- _SOURCE RECORDS_
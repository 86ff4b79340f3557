/*
 * Pieces of `Unit.slopes`. A matrix holds the derivatives of a stream's variables in those of one inlet (see slopes.ts):
 * rows of the flows, then temperature, then pressure; `size` is the number of components. All come filled with zeros.
 */

/** The flows of the stream are a share of those of the inlet, or all. */
export function keepFlows(matrix: Float64Array, size: number, share = 1): void {
  for (let i = 0; i < size; i++) matrix[i * (size + 2) + i] = share;
}

export function keepTemperature(matrix: Float64Array, size: number): void {
  matrix[size * (size + 2) + size] = 1;
}

/** The pressure follows that of the inlet: 1 behind a pressure drop. */
export function followPressure(matrix: Float64Array, size: number, slope = 1): void {
  matrix[(size + 1) * (size + 2) + size + 1] = slope;
}

/**
 * Derivatives of a state function along a matrix, Σ (∂F/∂uᵣ) (row r of the matrix).
 *
 * @param slopes  of the function in the stream's own variables
 * @param out  written: in the variables of the inlet
 */
export function along(slopes: Float64Array, matrix: Float64Array, out: Float64Array): void {
  const width = slopes.length;
  out.fill(0);
  for (let r = 0; r < width; r++) {
    if (slopes[r] === 0) continue;
    for (let c = 0; c < width; c++) out[c] += slopes[r] * matrix[r * width + c];
  }
}

/**
 * Write the row of the temperature at which a state function F of the stream has a wanted value,
 *   dT = (dF − Σ ∂F/∂nᵢ dnᵢ − ∂F/∂P dP)/(∂F/∂T),
 * when the rows of flows and pressure are there.
 *
 * @param slopes  of F in the stream's own variables
 * @param wanted  of the wanted value in the variables of the inlet
 * @returns false where F does not rise with temperature
 */
export function temperatureAt(slopes: Float64Array, wanted: Float64Array, matrix: Float64Array): boolean {
  const width = slopes.length;
  const size = width - 2;
  if (!(slopes[size] > 0)) return false;
  for (let c = 0; c < width; c++) {
    let left = wanted[c];
    for (let r = 0; r < width; r++) if (r !== size) left -= slopes[r] * matrix[r * width + c];
    matrix[size * width + c] = left / slopes[size];
  }
  return true;
}

/**
 * Part a stream in equilibrium into gas and liquid.
 *
 * @param liquidSlopes  of the liquid in the stream's own variables (StateSlopes.liquid)
 * @param mixed  of the stream; `gas` and `liquid` are written
 */
export function partSlopes(
  liquidSlopes: Float64Array,
  size: number,
  mixed: Float64Array,
  gas: Float64Array,
  liquid: Float64Array,
): void {
  const width = size + 2;
  gas.set(mixed);
  liquid.set(mixed);
  for (let i = 0; i < size; i++) {
    for (let c = 0; c < width; c++) {
      let sum = 0;
      for (let r = 0; r < width; r++) sum += liquidSlopes[i * width + r] * mixed[r * width + c];
      liquid[i * width + c] = sum;
      gas[i * width + c] -= sum;
    }
  }
}
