describe('a workbook', () => {
  const book = read(loop, '1.2.3');

  test('follows a changed flow through totals, ledger, closures and figures', () => {
    const at = find(book, 'Streams', 'S1', 'Ar');
    const cells = new Map(book.cells).set(at, { value: 1e3, text: null, formula: null });
    const before = createEvaluator(book);
    const after = createEvaluator({ cells, names: book.names });
    const more = 1e3 - book.cells.get(at)!.value!;
    near(after.name('flow_S1') - before.name('flow_S1'), more, 1e-8);
    near(after.name('recycle_ratio'), after.name('flow_S10') / after.name('flow_S1'));
    near(
      after.cell(find(book, 'Ledger', 'closure, relative', 'Ar', 'kmol/h')),
      more / 1e3 + before.cell(find(book, 'Ledger', 'closure, relative', 'Ar', 'kmol/h')),
    );
    expect(after.cell(find(book, 'Closure', 'closure, relative', 'atoms Ar'))).toBeGreaterThan(0.9);
    expect(after.cell(find(book, 'Closure', 'closure, relative', 'mass'))).toBeGreaterThan(0.1);
  });

  test('has its sheets under names that every spreadsheet takes', () => {
    const names = [...book.sheets.keys()];
    expect(names).toEqual([
      'Figures',
      'Streams',
      'Ledger',
      'Closure',
      'Blocks',
      'Settings',
      'Assumptions',
      'Sources',
      'Components',
      'Trace',
      'Warnings',
    ]);
    for (const name of names) expect(name).toMatch(/^[A-Za-z]{1,31}$/);
  });

  test.each([...book.sheets])('says on the sheet %s what it is and what it is not', (name, xml) => {
    const head = [1, 2, 3, 4].map((row) => book.cells.get(`${name}!A${row}`)!.text);
    expect(head).toEqual([
      'Ammonia loop, 1,000 t/d',
      expect.stringMatching(/^Case: as in the file; closed in \d+ passes \(auto, residual .*, tear S10\)\.$/),
      expect.stringMatching(
        /^Looptally 1\.2\.3\. A study tool, not a design certificate\. Hydrogen, ammonia,/,
      ),
      'No warnings.',
    ]);
    expect(xml).toContain('<oddFooter>&amp;LA study tool, not a design certificate');
  });

  test('is set up for A3, landscape, one page wide, with heads in sight and on every page', () => {
    for (const xml of book.sheets.values()) {
      expect(xml).toContain('<pageSetUpPr fitToPage="1"/>');
      expect(elements(xml, 'pageSetup').map(({ attributes }) => attributes)).toEqual([
        { paperSize: '8', orientation: 'landscape', fitToWidth: '1', fitToHeight: '0' },
      ]);
    }
    expect(elements(book.sheets.get('Streams')!, 'pane')[0]!.attributes).toEqual({
      xSplit: '2',
      ySplit: '6',
      topLeftCell: 'C7',
      activePane: 'bottomRight',
      state: 'frozen',
    });
    expect(book.printTitles[1]).toBe('Streams!A:B,Streams!1:6');
    expect(book.printTitles).toHaveLength(book.sheets.size);
    expect(book.cells.get('Streams!A6')!.text).toBe('stream');
  });

  test('gives the stream table its units, whatever is asked for', () => {
    const heads = [...book.cells].flatMap(([at, { text }]) => (/^Streams!A/.test(at) && text ? [text] : []));
    expect(heads).toEqual(
      expect.arrayContaining([
        'temperature',
        'pressure',
        'phase',
        'flow',
        'mass',
        'normal volume (0 degC, 1.01325 bar)',
        'enthalpy',
        'density',
        'mole flows, kmol/h',
        'composition, mol %',
        'mass flows, kg/h',
        'composition, mass %',
      ]),
    );
    const units = [...book.cells].flatMap(([at, { text }]) => (/^Streams!B/.test(at) ? [text] : []));
    expect(new Set(units)).toEqual(
      new Set([
        null,
        'unit',
        'degC',
        'bar',
        'mol/mol',
        'kmol/h',
        'kg/h',
        'Nm3/h',
        'kW',
        'kW/K',
        'kg/m3',
        'mol %',
        'mass %',
      ]),
    );
  });

  test('lists settings with value and unit, assumptions, sources and passes', () => {
    expect(book.cells.get(find(book, 'Settings', 'value', 'condenser.temperature'))!.value).toBe(-8);
    expect(book.cells.get(find(book, 'Settings', 'unit', 'condenser.temperature'))!.text).toBe('degC');
    expect(book.cells.get(find(book, 'Settings', 'value', 'gas'))!.text).toBe('srk');
    const column = (sheet: string, letter: string) =>
      [...book.cells]
        .flatMap(([at, cell]) => (at.startsWith(`${sheet}!${letter}`) ? [cell] : []))
        .slice(letter === 'A' ? 5 : 1);
    expect(column('Assumptions', 'A').map(({ text }) => text)).toEqual(loop.result.assumptions);
    expect(column('Trace', 'B').map(({ value }) => value)).toEqual(
      loop.result.convergence.history.map(({ residual }) => residual),
    );
    expect(column('Sources', 'C').length).toBeGreaterThan(10);
  });

  test('names cells by valid names, none twice, each to one cell', () => {
    const names = [...book.names.keys()];
    expect(names).toContain('flow_S2');
    for (const [name, reference] of book.names) {
      expect(name).toMatch(/^[a-z]+_\w+$/);
      expect(book.cells.get(reference)?.value).not.toBeNull();
    }
    const twice = createNames();
    const made = ['flow_s1', 'flow_S1', `flow_${'x'.repeat(300)}`, `flow_${'x'.repeat(400)}`].map(
      (name) => twice.define(name, constant(1)).formula,
    );
    expect(made.slice(0, 2)).toEqual(['flow_s1', 'flow_S1_2']);
    expect(new Set(made.map((name) => name.toLowerCase())).size).toBe(4);
    for (const name of made) expect(name.length).toBeLessThanOrEqual(255);
  });

  test('says when an aim was missed, and where the setting ended', async () => {
    const aimed = await closeText(AIMED);
    const said = read(aimed);
    expect(said.cells.get('Figures!A4')!.text).toMatch(/^Aims NOT REACHED: cap\./);
    expect(said.cells.get(find(said, 'Settings', 'remark', 'purge.fractions.bleed'))!.text).toBe(
      'moved by the aim cap',
    );
    near(said.cells.get(find(said, 'Settings', 'value', 'purge.fractions.bleed'))!.value!, 20, 1e-6);
  });

  test('refuses a formula that gives another number than the result', () => {
    expect(() => agreed(over(constant(1), constant(3)), 0.3334)).toThrow(
      'the formula 1/3 gives 0.3333333333333333 where the result has 0.3334',
    );
  });
});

- _TASK ITEM_
Which lines in the listing above include the string "certificate"? Copy each of them.

- _RESULT OF THE EXERCISE_
        /^Looptally 1\.2\.3\. A study tool, not a design certificate\. Hydrogen, ammonia,/,
    expect(xml).toContain('<oddFooter>&amp;LA study tool, not a design certificate');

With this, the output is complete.